Track etched films represent another possible alternative to pore casting. Unlike electrospinning, track etching is able to create very uniform, exceptionally small pores down to 10 nm in a flat surface [55]. However, track etching possesses other limitations that are both fundamental and practical. The major inherent limitation of track etching is random pore location that can result in fused pores with double (or more) the pore diameter that may negatively affect the membrane’s ability to prevent cell invasion. Further, from a practical perspective, track etched membranes require the use of machinery that is exceptionally rare and are only commercially available in a handful of polymers [55]. As a result, there is a major challenge in employing track etched membrane for tissue engineering which is likely to benefit from particular materials and tightly-regulated pore size.
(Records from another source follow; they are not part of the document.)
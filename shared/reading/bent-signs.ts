import type { ReadingWord } from './reading.ts';
import type { Mended, Near, PageHabit } from './mended.ts';

/** The English model cannot write ±: it comes out as one of these, as a figure 2 in front of the number, or not at all. */
const bent = String.raw`[+*£#$%&€§]+`;
const tolerance = new RegExp(String.raw`^(["'(]*)(${bent})?(\.?\d[\d.]*)(\s*%)?([).,;:]*)$`);
/** What parts were sold in, in percent: IEC 60062's classes and the crystal grades of the time. */
const usual = new Set(['.5', '0.5', '1', '2', '2.5', '3', '5', '10', '15', '20', '25', '30', '50']);
const isUsual = (figure: string): boolean => usual.has(figure) || /^0?\.0+\d+$/.test(figure);
const valueBefore = /(?:^|\d)(?:[kMmµupn]{0,2}[fhvΩQw]|[kK]|meg|mmf|mfd|ohms?|dcw|mc|kc)[,;]?$/;

const isPercent = (word: ReadingWord | undefined): boolean =>
  word !== undefined && /^(%|percent|per$)/i.test(word.text);
const isOneSided = (next: ReadingWord | undefined): boolean => next !== undefined && /^[-–]\d/.test(next.text);

/** Whether the page prints ± before its tolerances: most of them still show some sign. */
export function printsTolerances(words: readonly ReadingWord[]): boolean {
  const percents = words.flatMap(({ text }) => {
    const found = tolerance.exec(text);
    return found?.[4] !== undefined && isUsual(found[3] ?? '') ? [found[2] !== undefined] : [];
  });
  const signed = percents.filter(Boolean).length;
  return signed >= 3 && signed >= percents.length / 3;
}

type Percent = { open: string; sign: string | undefined; figure: string; percent: string | undefined; close: string };

function percentIn(text: string): Percent | null {
  const [, open = '', sign, figure, percent, close = ''] = tolerance.exec(text) ?? [];
  return figure === undefined ? null : { open, sign, figure, percent, close };
}

/** Puts ± back before a number with a percent sign, and as a guess before an offset in frequency. */
export function mendSign(text: string, near: Near, habit: PageHabit): Mended | null {
  const found = percentIn(text);
  if (found === null || isMoney(found, near)) return null;
  const { open, sign, figure, percent = '', close } = found;
  const withSign = `${open}±${figure}${percent}${close}`;
  if (percent === '' && !isPercent(near.next))
    return sign !== undefined && isOffset(near.next) ? { text: withSign, sure: false } : null;
  if (sign === undefined) return lostSign({ open, figure, tail: percent + close }, near, habit);
  return isOneSided(near.next) ? null : { text: withSign, sure: sign !== '+' || isUsual(figure) };
}

/** "$3 per ticket". */
const isMoney = ({ sign, percent }: Percent, { next }: Near): boolean =>
  sign === '$' && percent === undefined && !/^(%|percent)/i.test(next?.text ?? '');

/** `+9 kc`: no frequency is printed with a plus sign, but an offset is printed with ±. */
const isOffset = (next: ReadingWord | undefined): boolean =>
  next !== undefined && /^([km][ceo]|[kM]Hz|cps)[).,;]*$/.test(next.text);

/** Behind a part's value on a page that prints ±, a bare 5% has lost its sign, and 25% or 210% has it as a figure 2. */
function lostSign(
  { open, figure, tail }: { open: string; figure: string; tail: string },
  { before }: Near,
  habit: PageHabit,
): Mended | null {
  if (!habit.printsTolerances || before === undefined || !valueBefore.test(before.text)) return null;
  const inner = figure.startsWith('2') ? figure.slice(1) : '';
  if (isUsual(inner) && (figure === '25' || !isUsual(figure))) return { text: `${open}±${inner}${tail}`, sure: false };
  return isUsual(figure) ? { text: `${open}±${figure}${tail}`, sure: false } : null;
}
In terms of practical fabrication advantages, pore casting requires only standard microfabrication tools, can be used to easily create morphologically identical porous scaffolds using different component materials, and minimizes the time required for changing pore architecture. These benefits offer flexibility in processing that is ideal for scientific research by using supremely-relevant controls for experimentation. For instance, using the same mold to create scaffolds of different materials allows the researcher to isolate the effect of material composition on cell behavior. Likewise, applying the same etching recipe to a different photomask pattern (pore size/spacing/shape) will allow researchers to isolate only the effects of pore architecture. In addition, pore casting also has several advantages over electrospinning and track etching including that the resulting pores are fully user defined in terms of both location and shape. Uniform, reproducible pores substantially reduce the variability between scaffolds and eliminate the possibility of larger pores that would be at risk for cell invasion. Further, pore shape could be co-opted to provide topographical cues such as alignment via contact guidance in order to improve engineered tissue organization. As a result, pore casting is uniquely positioned as an accessible and robust technique capable of creating porous scaffolds ideal for epithelial and endothelial cell culture.

5 Conclusions

Herein we describe a novel technique for the fabrication of porous thin film scaffolds. We then provide in vitro data demonstrating enhanced epithelial and endothelial cell behavior on these scaffolds compared to electrospun meshes. Perhaps the largest advantage offered by pore casting is its high degree of control which allows for complete control over pore size, shape, spacing, and location with sub-micron resolution. Though this proof-of-concept study demonstrates the fabrication of PCL films with ~700 nm cylindrical pores, a variety of porous polymer films could be produced by spinning a different solution onto the same mold. In addition, pore architecture could also be easily altered by designing a different photomask pattern, but employing the same etch recipe. In contrast to electrospinning and track-etching which require substantial process refinement when altering pore/fiber architecture and/or material, the flexibility of pore casting allows the user to easily create highly-controlled porous scaffolds. Pore casting has the potential to fill a currently unmet need by producing porous scaffolds appropriate for 2D tissue engineering. Pore-cast scaffolds may be particularly valuable for vascular tissue engineering, in which complete cell coverage, trans-scaffold transport, and mechanical properties are essential, but poorly regulated by current approaches.